EXERCISE GOAL
Whatever the records below hold, copy it all out exactly.

EXCERPTED DATA
========================
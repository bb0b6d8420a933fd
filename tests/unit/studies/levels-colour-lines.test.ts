import { describe, expect, it } from "vitest";
import {
  coverageGrid,
  differenceGrid,
  dimmerCurveOf,
  illuminanceAt,
  lightFromLevel,
  lineProfile,
  transmissionOf,
  tungstenColourTemperature,
  type LitBeam,
} from "@/lib/optics";

describe("level → light per type family", () => {
  it("is linear for LED units", () => {
    // common practice, no source: LED drivers are set to a linear output curve
    expect(dimmerCurveOf("led-wash")).toBe("linear");
    expect(lightFromLevel(0.5, "linear")).toBe(0.5);
  });

  it("rises much faster than the level for tungsten, as the stated power law", () => {
    // from memory: light ∝ level^2.3 (between a square law and the lamp law's V^3.4)
    expect(dimmerCurveOf("profile")).toBe("tungsten");
    expect(lightFromLevel(0.5, "tungsten")).toBeCloseTo(0.5 ** 2.3, 12);
    expect(lightFromLevel(0.5, "tungsten")).toBeLessThan(0.21);
    expect(lightFromLevel(1, "tungsten")).toBe(1);
    expect(lightFromLevel(0, "tungsten")).toBe(0);
    expect(() => lightFromLevel(1.2, "tungsten")).toThrow(/between 0 and 1/);
  });

  it("warms as it dims", () => {
    // lamp law, from memory: CCT ∝ V^0.42, lumens ∝ V^3.4; at a quarter of the light V = 0.25^(1/3.4) = 0.665,
    // so 3200 K · 0.665^0.42 = 2697 K
    expect(tungstenColourTemperature(1)).toBeCloseTo(3200, 9);
    const quarter = 0.25 ** (1 / 2.3); // the level that gives a quarter of the light
    expect(tungstenColourTemperature(quarter)).toBeCloseTo(3200 * (0.25 ** (1 / 3.4)) ** 0.42, 6);
    expect(Math.abs(tungstenColourTemperature(quarter) - 2697)).toBeLessThan(1);
  });
});

describe("colour transmission", () => {
  const list = new Map([
    ["pale lavender", 60],
    ["light frost", 90],
    ["full CTB", 36],
  ]);

  it("uses the colour text exactly as typed", () => {
    expect(transmissionOf("pale lavender", list)).toEqual({ factor: 0.6, missing: [] });
    // not the same text: flagged and counted at 100 %
    expect(transmissionOf("Pale Lavender", list)).toEqual({ factor: 1, missing: ["Pale Lavender"] });
  });

  it("multiplies stacked filters and reports the ones it does not know", () => {
    // thin filters in series multiply their transmissions (Beer–Lambert; common practice, no source)
    expect(transmissionOf("pale lavender + light frost", list).factor).toBeCloseTo(0.54, 12);
    expect(transmissionOf("full CTB + mystery blue", list)).toEqual({ factor: 0.36, missing: ["mystery blue"] });
  });

  it("treats an open frame as 100 % without a warning", () => {
    expect(transmissionOf("N/C", list)).toEqual({ factor: 1, missing: [] });
    expect(transmissionOf(null, list)).toEqual({ factor: 1, missing: [] });
  });
});

describe("difference map and line profile", () => {
  const bounds = { minX: -6, minY: -1, maxX: 6, maxY: 1 };
  const unit = (x: number): LitBeam => ({
    source: { x, y: 0, z: 5 },
    focus: { x, y: 0, z: 0 },
    coneDeg: 36,
    softnessDeg: 8,
    peakCandela: 10_000,
    level: 1,
  });

  it("shows the dip an actor walks through between two pools", () => {
    const g = coverageGrid({
      bounds,
      resolution: 0.1,
      deckHeight: 0,
      measure: { kind: "deck" },
      beams: [unit(-2.5), unit(2.5)],
    });
    const line = lineProfile(g, { x: -2.5, y: 0.05 }, { x: 2.5, y: 0.05 });
    expect(line.length).toBe(51);
    expect(line[0].distance).toBe(0);
    expect(line[50].distance).toBeCloseTo(5, 12);
    // at the ends the line is under a lens: 400 lx plus the other pool's (zero) light (inverse-square law)
    const ends = illuminanceAt({ x: -2.5, y: 0.05, z: 0 }, [unit(-2.5), unit(2.5)]);
    expect(Math.abs(line[0].value - ends)).toBeLessThan(0.2);
    // midway (2.5 m off each axis, 26.6° > the 18° cone edge) is dark: the dip
    expect(line[25].value).toBe(0);
    // sampled between cells, bilinear: a reading on a cell centre equals that cell
    const c = Math.round((0.05 - g.originY) / g.resolution) * g.cols + Math.round((-2.5 - g.originX) / g.resolution);
    expect(line[0].value).toBeCloseTo(g.values[c], 3);
  });

  it("interpolates a linear field exactly (bilinear reference)", () => {
    // a plane E = 10x + 3y + 50 is reproduced exactly by bilinear interpolation (numerical analysis, no source)
    const cols = 5,
      rows = 4;
    const values = new Float32Array(cols * rows);
    for (let r = 0; r < rows; r++) for (let c = 0; c < cols; c++) values[r * cols + c] = 10 * c + 3 * r + 50;
    const g = { values, cols, rows, originX: 0, originY: 0, resolution: 1 };
    for (const s of lineProfile(g, { x: 0.3, y: 0.2 }, { x: 3.7, y: 2.9 }, 0.25)) {
      expect(s.value).toBeCloseTo(10 * s.x + 3 * s.y + 50, 4);
    }
  });

  it("subtracts cue A from cue B cell by cell", () => {
    const a = coverageGrid({ bounds, resolution: 0.5, deckHeight: 0, measure: { kind: "deck" }, beams: [unit(-2.5)] });
    const b = coverageGrid({
      bounds,
      resolution: 0.5,
      deckHeight: 0,
      measure: { kind: "deck" },
      beams: [unit(-2.5), unit(2.5)],
    });
    const diff = differenceGrid(a, b);
    const only = coverageGrid({
      bounds,
      resolution: 0.5,
      deckHeight: 0,
      measure: { kind: "deck" },
      beams: [unit(2.5)],
    });
    for (let k = 0; k < diff.length; k++) expect(Math.abs(diff[k] - only.values[k])).toBeLessThan(1e-3);
    const coarse = coverageGrid({ bounds, resolution: 1, deckHeight: 0, measure: { kind: "deck" }, beams: [] });
    expect(() => differenceGrid(a, coarse)).toThrow(/different cells/);
  });
});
========================
PROBLEM SOLUTION
repository bb0b6d8420a933fd
filename tests/unit/studies/levels-colour-lines.test.ts
import { describe, expect, it } from "vitest";
import {
  coverageGrid,
  differenceGrid,
  dimmerCurveOf,
  illuminanceAt,
  lightFromLevel,
  lineProfile,
  transmissionOf,
  tungstenColourTemperature,
  type LitBeam,
} from "@/lib/optics";

describe("level → light per type family", () => {
  it("is linear for LED units", () => {
    // common practice, no source: LED drivers are set to a linear output curve
    expect(dimmerCurveOf("led-wash")).toBe("linear");
    expect(lightFromLevel(0.5, "linear")).toBe(0.5);
  });

  it("rises much faster than the level for tungsten, as the stated power law", () => {
    // from memory: light ∝ level^2.3 (between a square law and the lamp law's V^3.4)
    expect(dimmerCurveOf("profile")).toBe("tungsten");
    expect(lightFromLevel(0.5, "tungsten")).toBeCloseTo(0.5 ** 2.3, 12);
    expect(lightFromLevel(0.5, "tungsten")).toBeLessThan(0.21);
    expect(lightFromLevel(1, "tungsten")).toBe(1);
    expect(lightFromLevel(0, "tungsten")).toBe(0);
    expect(() => lightFromLevel(1.2, "tungsten")).toThrow(/between 0 and 1/);
  });

  it("warms as it dims", () => {
    // lamp law, from memory: CCT ∝ V^0.42, lumens ∝ V^3.4; at a quarter of the light V = 0.25^(1/3.4) = 0.665,
    // so 3200 K · 0.665^0.42 = 2697 K
    expect(tungstenColourTemperature(1)).toBeCloseTo(3200, 9);
    const quarter = 0.25 ** (1 / 2.3); // the level that gives a quarter of the light
    expect(tungstenColourTemperature(quarter)).toBeCloseTo(3200 * (0.25 ** (1 / 3.4)) ** 0.42, 6);
    expect(Math.abs(tungstenColourTemperature(quarter) - 2697)).toBeLessThan(1);
  });
});

describe("colour transmission", () => {
  const list = new Map([
    ["pale lavender", 60],
    ["light frost", 90],
    ["full CTB", 36],
  ]);

  it("uses the colour text exactly as typed", () => {
    expect(transmissionOf("pale lavender", list)).toEqual({ factor: 0.6, missing: [] });
    // not the same text: flagged and counted at 100 %
    expect(transmissionOf("Pale Lavender", list)).toEqual({ factor: 1, missing: ["Pale Lavender"] });
  });

  it("multiplies stacked filters and reports the ones it does not know", () => {
    // thin filters in series multiply their transmissions (Beer–Lambert; common practice, no source)
    expect(transmissionOf("pale lavender + light frost", list).factor).toBeCloseTo(0.54, 12);
    expect(transmissionOf("full CTB + mystery blue", list)).toEqual({ factor: 0.36, missing: ["mystery blue"] });
  });

  it("treats an open frame as 100 % without a warning", () => {
    expect(transmissionOf("N/C", list)).toEqual({ factor: 1, missing: [] });
    expect(transmissionOf(null, list)).toEqual({ factor: 1, missing: [] });
  });
});

describe("difference map and line profile", () => {
  const bounds = { minX: -6, minY: -1, maxX: 6, maxY: 1 };
  const unit = (x: number): LitBeam => ({
    source: { x, y: 0, z: 5 },
    focus: { x, y: 0, z: 0 },
    coneDeg: 36,
    softnessDeg: 8,
    peakCandela: 10_000,
    level: 1,
  });

  it("shows the dip an actor walks through between two pools", () => {
    const g = coverageGrid({
      bounds,
      resolution: 0.1,
      deckHeight: 0,
      measure: { kind: "deck" },
      beams: [unit(-2.5), unit(2.5)],
    });
    const line = lineProfile(g, { x: -2.5, y: 0.05 }, { x: 2.5, y: 0.05 });
    expect(line.length).toBe(51);
    expect(line[0].distance).toBe(0);
    expect(line[50].distance).toBeCloseTo(5, 12);
    // at the ends the line is under a lens: 400 lx plus the other pool's (zero) light (inverse-square law)
    const ends = illuminanceAt({ x: -2.5, y: 0.05, z: 0 }, [unit(-2.5), unit(2.5)]);
    expect(Math.abs(line[0].value - ends)).toBeLessThan(0.2);
    // midway (2.5 m off each axis, 26.6° > the 18° cone edge) is dark: the dip
    expect(line[25].value).toBe(0);
    // sampled between cells, bilinear: a reading on a cell centre equals that cell
    const c = Math.round((0.05 - g.originY) / g.resolution) * g.cols + Math.round((-2.5 - g.originX) / g.resolution);
    expect(line[0].value).toBeCloseTo(g.values[c], 3);
  });

  it("interpolates a linear field exactly (bilinear reference)", () => {
    // a plane E = 10x + 3y + 50 is reproduced exactly by bilinear interpolation (numerical analysis, no source)
    const cols = 5,
      rows = 4;
    const values = new Float32Array(cols * rows);
    for (let r = 0; r < rows; r++) for (let c = 0; c < cols; c++) values[r * cols + c] = 10 * c + 3 * r + 50;
    const g = { values, cols, rows, originX: 0, originY: 0, resolution: 1 };
    for (const s of lineProfile(g, { x: 0.3, y: 0.2 }, { x: 3.7, y: 2.9 }, 0.25)) {
      expect(s.value).toBeCloseTo(10 * s.x + 3 * s.y + 50, 4);
    }
  });

  it("subtracts cue A from cue B cell by cell", () => {
    const a = coverageGrid({ bounds, resolution: 0.5, deckHeight: 0, measure: { kind: "deck" }, beams: [unit(-2.5)] });
    const b = coverageGrid({
      bounds,
      resolution: 0.5,
      deckHeight: 0,
      measure: { kind: "deck" },
      beams: [unit(-2.5), unit(2.5)],
    });
    const diff = differenceGrid(a, b);
    const only = coverageGrid({
      bounds,
      resolution: 0.5,
      deckHeight: 0,
      measure: { kind: "deck" },
      beams: [unit(2.5)],
    });
    for (let k = 0; k < diff.length; k++) expect(Math.abs(diff[k] - only.values[k])).toBeLessThan(1e-3);
    const coarse = coverageGrid({ bounds, resolution: 1, deckHeight: 0, measure: { kind: "deck" }, beams: [] });
    expect(() => differenceGrid(a, coarse)).toThrow(/different cells/);
  });
});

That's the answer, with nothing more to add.